After winning the title, Fischer dropped chess, didn’t play for 20 years, becoming something of a travelling recluse, living off the generosity of admirers, invariably offending them. He turned down millions to play Anatoly Karpov in 1975. He refused to be photographed or sign autographs.
He felt the Russian cheated in tournaments – later confirmed by grandmasters who defected. Bobby charged in tournaments Russians purposely drew games against one another, ensuring that Russians would be fit and primed against chess rivals. It worked until Fischer.
Bobby became a raging anti-Semite and Holocaust denier. Anyone – who did him wrong was “a dirty Jew.” This slur applied to anyone he disliked. Ironically, many of his closest chess friends and benefactors were Jewish – but weren’t included in his admonitions. “Jew” was his synonym for a bad guy. It cost him several friends, who threw him out.
After 20 years of living like a homeless person in one room, in 1992 Fischer agreed to a $5 million rematch with Spassky in Montenegro -- defying the State Department’s economic sanctions against then-Yugoslavia.
Fischer won the match handily (both he and Spassky were rusty and made errors) and he got $3.5 million to Spassky’s $1.5 million.
Fischer spewed hate towards America (the IRS was after unpaid taxes), and he called the 9/11 terrorist attack “wonderful news . . . I applaud the act . . . I want to see the U.S. wiped out.”
When the U.S. sought his extradition from Japan, the only country offering him sanctuary was Iceland, where he was a hero for putting it on the map in 1972. By then Fischer verged on being a loony.
He’d given up chess, was embroiled in religious and political philosophy, was hooked on homeopathic medicine, felt medical drugs were poison, ate only natural foods, and had all the fillings in his teeth removed as he felt they were poisoning him. This caused problems as his teeth crumbled.
He died in Iceland of kidney failure, left no will for his estate of some $2 million (from the 1992 Spassky match). His estate is still being contested by a child he believed was his, but DNA indicates wasn’t; two nephews; a Japanese “wife” who can’t prove it; and the U.S. Internal Revenue Service.
At news of his death, Boris Spassky, now a French citizen, mourned: “My brother is dead.”
If one looks at his words, Bobby Fischer seems a nut case. It’s tempting to suppose he was schizophrenic, but psychiatrists who knew him say he wasn’t. Just obsessive, paranoid and hugely stubborn (the record shows even as an impoverished youth he’d turn down a $50 award if someone as making $5 for arranging it).
Before Fischer, a chess championship match would net $65 to the winner, $35 to the loser. Fischer made the pot worth millions.

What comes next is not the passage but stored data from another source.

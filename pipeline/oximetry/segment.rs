//! `multiband`: the joint fit of one vessel segment in one capture.
//!
//! Inputs: the band transmissions and the diameter at each position along
//! the segment. Unknowns: saturation `S`, hemoglobin `hb` and veil `k`,
//! shared along the segment (the blood and the eye's media are the same all
//! along it), and the double-pass fraction `F_2` at each position (it
//! changes with the vessel's depth and the fundus beneath). Residuals are
//! `ln T_model − ln T_measured` (the noise of a transmission is
//! multiplicative), with a Huber loss applied by iteratively reweighted
//! least squares so that positions spoilt by crossings or reflexes do not
//! drag the fit.
//!
//! Each damped step eliminates the per-position unknowns through the Schur
//! complement of the normal equations, so one iteration costs O(positions)
//! and the 3×3 reduced system is all that is ever factorised.
//!
//! Outputs ([`SegmentFit`]): the estimates, standard errors of the shared
//! parameters from the Jacobian at the optimum (`s²·(JᵀWJ)⁻¹` restricted to
//! the shared block, `s²` the weighted residual variance), the reduced
//! chi-square against the stated measurement noise, iterations, evaluations
//! and the termination reason.

use std::cell::RefCell;

use nalgebra::{SMatrix, SVector};

use super::model::{
    Along, D_BACKSCATTER, D_DOUBLE_PASS, D_FUNDUS, D_VEIL_SLOPE, Extensions, N_DERIV, Shared,
    VesselModel,
};
use crate::fit::{Linearization, Options, Problem, Termination, minimize};

/// Transmissions along one segment in one capture.
#[derive(Debug, Clone, PartialEq)]
pub struct SegmentSpectra {
    pub diameters_um: Vec<f64>,
    /// `[position][band]`.
    pub transmissions: Vec<Vec<f64>>,
}

/// Loss for the fit's residuals.
#[derive(Debug, Clone, Copy, PartialEq)]
pub enum RobustLoss {
    Squared,
    /// Residuals beyond `scale` times the robust residual SD are down-weighted.
    Huber {
        scale: f64,
    },
}

#[derive(Debug, Clone, Copy, PartialEq)]
pub struct FitSettings {
    pub loss: RobustLoss,
    /// Expected relative noise of a transmission, for the reduced chi-square.
    pub noise: f64,
    pub so2_bounds: (f64, f64),
    pub hb_bounds: (f64, f64),
    pub veil_max: f64,
}

impl Default for FitSettings {
    fn default() -> Self {
        FitSettings {
            loss: RobustLoss::Huber { scale: 1.5 },
            noise: 0.01,
            so2_bounds: (-0.5, 1.5),
            hb_bounds: (20.0, 400.0),
            veil_max: 0.98,
        }
    }
}

#[derive(Debug, Clone, PartialEq, serde::Serialize)]
pub struct SegmentFit {
    pub so2: f64,
    pub so2_se: f64,
    pub hb_g_per_l: f64,
    pub hb_se: f64,
    pub veil: f64,
    pub veil_se: f64,
    pub double_pass: Vec<f64>,
    pub reduced_chi2: f64,
    pub iterations: usize,
    pub evaluations: usize,
    pub termination: Termination,
    pub converged: bool,
    /// Positions whose Huber weight fell below 0.5 in some band.
    pub downweighted_positions: usize,
    /// Mean residual `ln T_model − ln T_measured` over the positions, per
    /// band (≈ the model's relative error in that band).
    pub band_residuals: Vec<f64>,
    /// Largest `|t|` of a band's mean residual over blocks of positions
    /// ([`adequacy`]); NaN with too few positions.
    pub misfit_t: f64,
    pub adequacy: Adequacy,
    /// The model fitted: the base model and the extensions switched on.
    pub model: Extensions,
    /// The extensions' parameters and their standard errors, NaN where the
    /// model does not have them.
    pub veil_slope: (f64, f64),
    pub backscatter_scale: (f64, f64),
    pub fundus_slope: (f64, f64),
    /// What the information criterion needs of the residuals.
    pub residuals: ResidualSummary,
}

/// Whether the model describes a segment's spectra.
#[derive(Debug, Clone, Copy, PartialEq, Eq, serde::Serialize, serde::Deserialize)]
#[serde(rename_all = "kebab-case")]
pub enum Adequacy {
    /// No band departs systematically from the model.
    Ok,
    /// Some band's residual has the same sign all along the segment: the
    /// light in this eye does not behave as the model says (a veil or
    /// backscatter that changes with wavelength, a fundus spectrum), and
    /// SO2 may be biased by several points.
    Misfit,
    /// The fit passes on its own, but the fits of all the eye's segments
    /// together depart from the model in some band ([`eye_adequacy`]):
    /// the eye's optics are not the model's, though this segment is too
    /// short or too noisy to show it alone.
    EyeMisfit,
}

impl Adequacy {
    pub fn as_str(self) -> &'static str {
        match self {
            Adequacy::Ok => "ok",
            Adequacy::Misfit => "misfit",
            Adequacy::EyeMisfit => "eye-misfit",
        }
    }

    /// Whether the model fails to describe the fit, alone or with its eye.
    pub fn is_misfit(self) -> bool {
        self != Adequacy::Ok
    }
}

/// Contiguous blocks of positions the adequacy test averages over: the
/// image stage's errors are correlated between neighbouring positions (they
/// share pixels), so positions are not independent, while blocks of a
/// segment's length mostly are.
pub const ADEQUACY_BLOCKS: usize = 8;
/// Share of adequate fits the test may call misfits (Bonferroni over bands).
pub const ADEQUACY_FALSE_ALARM: f64 = 0.01;
/// A band's mean residual below this (1.5 % of the transmission) is no
/// misfit however significant. Noise that wanders along a segment (image
/// errors shared by neighbouring profiles) leaves band means of that order
/// with no misfit at all: at 1 % independent plus 1 % AR(1) (ρ = 0.9)
/// noise over 60 positions their 95th percentile was 1.2 %, while a veil
/// 0.03 higher at 616 than at 506 nm, which moves SO2 by about 4 points,
/// left at least 1.55 % in 95 % of fits (`tests/suite/engines/oximetry.rs`).
pub const MISFIT_MIN_RESIDUAL: f64 = 0.015;

/// The adequacy test of one fit from its residuals `[position][band]`: per
/// band, the mean residual of each of [`ADEQUACY_BLOCKS`] contiguous blocks
/// of positions (fewer, at least 3, on short segments), and `t` = mean of
/// the block means over their standard error (K − 1 df). A misfit when some
/// band's `|t|` exceeds the two-sided Bonferroni quantile for
/// [`ADEQUACY_FALSE_ALARM`] over the bands and its mean residual exceeds
/// [`MISFIT_MIN_RESIDUAL`]. Returns (band means, largest |t|, status).
pub fn adequacy(res: &[Vec<f64>]) -> (Vec<f64>, f64, Adequacy) {
    let np = res.len();
    let nb = res.first().map_or(0, Vec::len);
    let means: Vec<f64> = (0..nb)
        .map(|b| res.iter().map(|r| r[b]).sum::<f64>() / np.max(1) as f64)
        .collect();
    let k = ADEQUACY_BLOCKS.min(np / 2);
    if k < 3 || nb == 0 {
        return (means, f64::NAN, Adequacy::Ok);
    }
    let blocks: Vec<Vec<f64>> = (0..k)
        .map(|i| {
            let (lo, hi) = (i * np / k, (i + 1) * np / k);
            (0..nb)
                .map(|b| res[lo..hi].iter().map(|r| r[b]).sum::<f64>() / (hi - lo) as f64)
                .collect()
        })
        .collect();
    let (worst, misfit) = band_t_test(&blocks, &means, MISFIT_MIN_RESIDUAL);
    (
        means,
        worst,
        if misfit {
            Adequacy::Misfit
        } else {
            Adequacy::Ok
        },
    )
}

/// An eye's mean residual in a band below this (0.75 % of the
/// transmission, half a single fit's [`MISFIT_MIN_RESIDUAL`]) is no misfit
/// of the eye however significant. Averaged over an eye's segments and
/// captures, the noise that wanders along a segment mostly cancels; what
/// stays is the image stage's own small systematic error, which the
/// between-segment t test alone would call significant on studies without
/// any optics effect (|t| up to 12.7 on the demo, at 0.5 %). On whole
/// simulated studies without an optics effect the largest eye mean was
/// 0.85 % (`layout: crowded`, |t| 1.6), and 0.52 % on the demo; a fundus
/// effect that moves SO2 by 7 points at veil 0.4 left 1.0–1.3 %, and a
/// veil slope 3–12 % (`tests/suite/engines/extensions.rs`).
pub const EYE_MISFIT_MIN_RESIDUAL: f64 = 0.0075;

/// The adequacy test of an eye's fits of one model together, from each
/// segment's band means `[segment][band]` (a segment's fits in several
/// captures averaged first, so that the unit is the vessel, not the
/// capture): per band, `t` = the mean over segments over its standard
/// error between segments (n − 1 df), and the eye misfits when some
/// band's `|t|` exceeds the two-sided Bonferroni quantile for
/// [`ADEQUACY_FALSE_ALARM`] and its mean exceeds
/// [`EYE_MISFIT_MIN_RESIDUAL`]. An optics effect belongs to the eye and
/// leaves the same residual in all its vessels, so the eye shows what a
/// short segment's own test lacks the power for. Needs three segments.
/// Returns (band means, largest |t|, whether the eye misfits).
pub fn eye_adequacy(segments: &[Vec<f64>]) -> (Vec<f64>, f64, bool) {
    let n = segments.len();
    let nb = segments.first().map_or(0, Vec::len);
    let means: Vec<f64> = (0..nb)
        .map(|b| segments.iter().map(|s| s[b]).sum::<f64>() / n.max(1) as f64)
        .collect();
    if n < 3 || nb == 0 {
        return (means, f64::NAN, false);
    }
    let (worst, misfit) = band_t_test(segments, &means, EYE_MISFIT_MIN_RESIDUAL);
    (means, worst, misfit)
}

/// One fit as the adequacy test of its eye sees it.
pub struct EyeFit<'a> {
    /// The segment, whose fits in several captures are averaged first.
    pub segment: &'a str,
    /// The fit's mean residual per band (fractions of the transmission),
    /// the same bands in every fit.
    pub band_residuals: &'a [f64],
    /// The fit's own adequacy.
    pub adequacy: Adequacy,
}

/// The band means of each segment among `fits`, averaged over its fits,
/// for [`eye_adequacy`]; segments in order of first appearance.
fn segment_means(fits: &[EyeFit]) -> Vec<Vec<f64>> {
    let (unit, n) = unit_indices(fits.iter().map(|f| f.segment));
    let mut sums: Vec<(Vec<f64>, usize)> = vec![(Vec::new(), 0); n];
    for (f, &u) in fits.iter().zip(&unit) {
        let (sum, count) = &mut sums[u];
        if *count == 0 {
            *sum = vec![0.0; f.band_residuals.len()];
        }
        if sum.len() == f.band_residuals.len() {
            for (a, r) in sum.iter_mut().zip(f.band_residuals) {
                *a += r;
            }
            *count += 1;
        }
    }
    sums.into_iter()
        .filter(|(_, n)| *n > 0)
        .map(|(v, n)| v.into_iter().map(|x| x / n as f64).collect())
        .filter(|v: &Vec<f64>| v.iter().all(|x| x.is_finite()))
        .collect()
}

I remember living in Moscow in 1965 and attending the chess club when Spassky beat Tigran Petrosian. The moves were shown to the crowded street on a board from a balcony, and Russians as one bowed their heads over pocket chess sets and analyzed the moves. I’d never before seen fervor of this sort.
Even then, every Russian knew of Bobby Fischer. Few Canadians or Americans had a clue who Boris Spassky was.
Now Fischer is gone, but what he did for chess will live forever.